• _Task instructions_
Beneath this instruction is a block of data; output from it exactly the lines that run from the one containing "await open('hr2326');" through the one containing "is sent. */", inclusive.

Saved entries

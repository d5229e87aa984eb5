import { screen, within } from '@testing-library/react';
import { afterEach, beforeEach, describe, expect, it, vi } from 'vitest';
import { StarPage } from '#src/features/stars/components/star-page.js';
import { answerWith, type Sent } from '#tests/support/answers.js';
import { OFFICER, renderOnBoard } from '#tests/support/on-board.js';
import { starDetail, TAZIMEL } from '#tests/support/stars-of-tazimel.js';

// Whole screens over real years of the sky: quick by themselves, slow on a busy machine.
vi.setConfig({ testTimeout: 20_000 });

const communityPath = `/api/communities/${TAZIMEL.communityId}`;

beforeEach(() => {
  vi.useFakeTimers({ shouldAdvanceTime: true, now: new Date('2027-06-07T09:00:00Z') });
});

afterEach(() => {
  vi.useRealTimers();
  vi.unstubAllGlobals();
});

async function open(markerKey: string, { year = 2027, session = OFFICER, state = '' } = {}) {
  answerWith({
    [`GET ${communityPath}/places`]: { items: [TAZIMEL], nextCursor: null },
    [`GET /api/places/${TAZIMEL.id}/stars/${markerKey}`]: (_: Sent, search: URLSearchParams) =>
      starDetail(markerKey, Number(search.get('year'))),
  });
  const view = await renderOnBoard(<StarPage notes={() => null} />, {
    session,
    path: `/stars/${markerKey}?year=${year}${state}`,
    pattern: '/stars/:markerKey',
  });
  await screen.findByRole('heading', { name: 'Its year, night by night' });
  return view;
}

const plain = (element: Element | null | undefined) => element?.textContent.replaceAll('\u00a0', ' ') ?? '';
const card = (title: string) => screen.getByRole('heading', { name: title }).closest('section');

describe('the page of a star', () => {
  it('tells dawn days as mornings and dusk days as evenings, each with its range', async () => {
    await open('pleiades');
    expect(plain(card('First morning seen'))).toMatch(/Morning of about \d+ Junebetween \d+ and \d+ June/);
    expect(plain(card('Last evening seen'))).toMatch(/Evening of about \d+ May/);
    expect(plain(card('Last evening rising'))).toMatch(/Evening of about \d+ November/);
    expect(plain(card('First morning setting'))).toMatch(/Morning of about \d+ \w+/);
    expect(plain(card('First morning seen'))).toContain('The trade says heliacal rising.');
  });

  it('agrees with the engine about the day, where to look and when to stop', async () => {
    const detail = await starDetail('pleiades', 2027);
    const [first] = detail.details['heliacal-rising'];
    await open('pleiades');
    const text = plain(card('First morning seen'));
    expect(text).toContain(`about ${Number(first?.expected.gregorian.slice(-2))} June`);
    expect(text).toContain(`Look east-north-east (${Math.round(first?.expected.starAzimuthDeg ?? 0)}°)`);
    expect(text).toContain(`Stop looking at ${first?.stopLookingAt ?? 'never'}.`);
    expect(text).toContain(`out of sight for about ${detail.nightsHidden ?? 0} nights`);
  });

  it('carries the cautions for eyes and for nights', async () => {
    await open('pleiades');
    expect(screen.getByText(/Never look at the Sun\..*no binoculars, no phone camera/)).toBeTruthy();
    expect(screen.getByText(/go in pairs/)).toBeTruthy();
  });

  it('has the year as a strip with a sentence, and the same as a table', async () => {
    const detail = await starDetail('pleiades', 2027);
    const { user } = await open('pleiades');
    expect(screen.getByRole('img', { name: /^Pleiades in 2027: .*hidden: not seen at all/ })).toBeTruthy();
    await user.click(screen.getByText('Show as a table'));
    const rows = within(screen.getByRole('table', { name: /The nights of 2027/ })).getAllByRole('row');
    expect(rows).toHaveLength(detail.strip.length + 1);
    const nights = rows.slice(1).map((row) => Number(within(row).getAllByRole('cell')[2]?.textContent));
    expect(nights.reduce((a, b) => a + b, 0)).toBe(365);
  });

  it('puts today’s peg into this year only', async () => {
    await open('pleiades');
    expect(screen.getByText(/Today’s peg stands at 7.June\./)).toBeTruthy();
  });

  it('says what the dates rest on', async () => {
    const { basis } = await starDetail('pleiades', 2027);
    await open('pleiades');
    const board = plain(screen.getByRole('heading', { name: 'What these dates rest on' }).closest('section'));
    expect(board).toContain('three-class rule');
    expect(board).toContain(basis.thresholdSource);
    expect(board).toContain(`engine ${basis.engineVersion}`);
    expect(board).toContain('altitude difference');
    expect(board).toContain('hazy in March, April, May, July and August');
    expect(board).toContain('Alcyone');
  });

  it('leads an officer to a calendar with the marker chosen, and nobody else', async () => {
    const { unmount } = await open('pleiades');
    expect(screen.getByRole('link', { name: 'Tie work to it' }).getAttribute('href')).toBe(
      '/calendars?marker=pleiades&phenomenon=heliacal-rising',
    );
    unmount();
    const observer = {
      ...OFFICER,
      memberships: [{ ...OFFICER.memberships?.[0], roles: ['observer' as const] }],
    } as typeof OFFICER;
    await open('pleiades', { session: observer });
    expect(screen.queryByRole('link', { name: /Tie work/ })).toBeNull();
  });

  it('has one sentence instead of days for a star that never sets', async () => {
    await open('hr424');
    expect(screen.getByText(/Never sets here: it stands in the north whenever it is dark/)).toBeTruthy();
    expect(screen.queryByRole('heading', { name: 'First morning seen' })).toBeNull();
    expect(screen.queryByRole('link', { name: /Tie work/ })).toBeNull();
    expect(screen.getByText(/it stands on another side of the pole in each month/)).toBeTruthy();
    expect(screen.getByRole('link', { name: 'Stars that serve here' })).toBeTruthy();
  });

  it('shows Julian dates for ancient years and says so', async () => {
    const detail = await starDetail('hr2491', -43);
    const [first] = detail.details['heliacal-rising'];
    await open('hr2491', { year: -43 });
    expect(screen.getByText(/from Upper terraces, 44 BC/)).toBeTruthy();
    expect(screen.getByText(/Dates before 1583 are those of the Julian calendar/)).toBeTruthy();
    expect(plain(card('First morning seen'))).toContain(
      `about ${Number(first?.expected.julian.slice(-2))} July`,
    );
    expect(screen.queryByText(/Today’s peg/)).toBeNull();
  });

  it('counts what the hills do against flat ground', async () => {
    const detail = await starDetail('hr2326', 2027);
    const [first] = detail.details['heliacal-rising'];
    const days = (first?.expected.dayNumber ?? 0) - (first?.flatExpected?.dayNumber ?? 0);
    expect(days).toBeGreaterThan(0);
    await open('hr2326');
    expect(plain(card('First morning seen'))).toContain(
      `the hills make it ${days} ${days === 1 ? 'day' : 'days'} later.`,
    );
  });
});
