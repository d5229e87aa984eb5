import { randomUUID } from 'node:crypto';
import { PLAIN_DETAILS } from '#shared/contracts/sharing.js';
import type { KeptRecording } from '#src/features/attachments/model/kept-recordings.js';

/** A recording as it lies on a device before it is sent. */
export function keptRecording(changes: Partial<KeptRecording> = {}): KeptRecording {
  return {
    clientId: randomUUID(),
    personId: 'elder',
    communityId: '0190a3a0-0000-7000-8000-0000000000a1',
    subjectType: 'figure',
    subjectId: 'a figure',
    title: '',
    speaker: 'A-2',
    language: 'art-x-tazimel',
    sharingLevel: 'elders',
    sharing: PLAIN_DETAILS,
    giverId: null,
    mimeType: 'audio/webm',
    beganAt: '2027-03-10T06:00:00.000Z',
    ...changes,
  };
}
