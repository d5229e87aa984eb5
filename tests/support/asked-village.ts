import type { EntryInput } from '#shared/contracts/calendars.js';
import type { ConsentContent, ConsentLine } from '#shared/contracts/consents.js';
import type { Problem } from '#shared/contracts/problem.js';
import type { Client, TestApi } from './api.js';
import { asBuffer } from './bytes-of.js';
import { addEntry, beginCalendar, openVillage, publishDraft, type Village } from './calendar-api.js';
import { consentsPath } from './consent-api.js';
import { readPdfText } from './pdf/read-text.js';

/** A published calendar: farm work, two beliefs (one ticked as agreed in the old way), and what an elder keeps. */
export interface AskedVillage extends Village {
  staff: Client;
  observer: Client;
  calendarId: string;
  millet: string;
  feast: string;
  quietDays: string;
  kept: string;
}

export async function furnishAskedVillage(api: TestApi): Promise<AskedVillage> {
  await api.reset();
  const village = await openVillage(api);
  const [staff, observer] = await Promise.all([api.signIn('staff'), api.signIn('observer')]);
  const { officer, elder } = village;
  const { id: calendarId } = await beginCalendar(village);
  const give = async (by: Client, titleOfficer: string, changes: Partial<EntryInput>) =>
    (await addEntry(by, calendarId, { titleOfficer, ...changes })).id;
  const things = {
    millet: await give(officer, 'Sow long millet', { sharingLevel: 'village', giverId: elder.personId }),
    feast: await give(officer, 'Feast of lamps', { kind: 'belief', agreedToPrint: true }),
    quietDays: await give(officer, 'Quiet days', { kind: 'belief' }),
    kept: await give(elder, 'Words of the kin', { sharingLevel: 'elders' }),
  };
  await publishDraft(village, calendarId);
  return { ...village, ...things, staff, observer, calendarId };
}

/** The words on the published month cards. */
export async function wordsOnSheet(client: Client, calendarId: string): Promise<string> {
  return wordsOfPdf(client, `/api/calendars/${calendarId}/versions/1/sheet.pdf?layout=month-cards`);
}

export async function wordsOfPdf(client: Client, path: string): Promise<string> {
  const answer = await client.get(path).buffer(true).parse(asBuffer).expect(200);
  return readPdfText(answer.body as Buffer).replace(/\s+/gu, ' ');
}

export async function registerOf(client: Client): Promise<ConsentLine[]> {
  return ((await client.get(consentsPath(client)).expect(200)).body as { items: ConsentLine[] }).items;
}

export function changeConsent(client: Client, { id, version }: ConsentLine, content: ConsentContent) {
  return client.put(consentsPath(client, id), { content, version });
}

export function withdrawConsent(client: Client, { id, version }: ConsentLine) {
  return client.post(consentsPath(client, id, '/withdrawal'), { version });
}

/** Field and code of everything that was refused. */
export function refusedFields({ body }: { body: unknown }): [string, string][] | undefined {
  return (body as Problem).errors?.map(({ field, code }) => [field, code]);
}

• _Response for this exercise_
    await open('hr2326');
    expect(plain(card('First morning seen'))).toContain(
      `the hills make it ${days} ${days === 1 ? 'day' : 'days'} later.`,
    );
  });
});
repository d5229e87aa984eb5
import { randomUUID } from 'node:crypto';
import { PLAIN_DETAILS } from '#shared/contracts/sharing.js';
import type { KeptRecording } from '#src/features/attachments/model/kept-recordings.js';

/** A recording as it lies on a device before it is sent. */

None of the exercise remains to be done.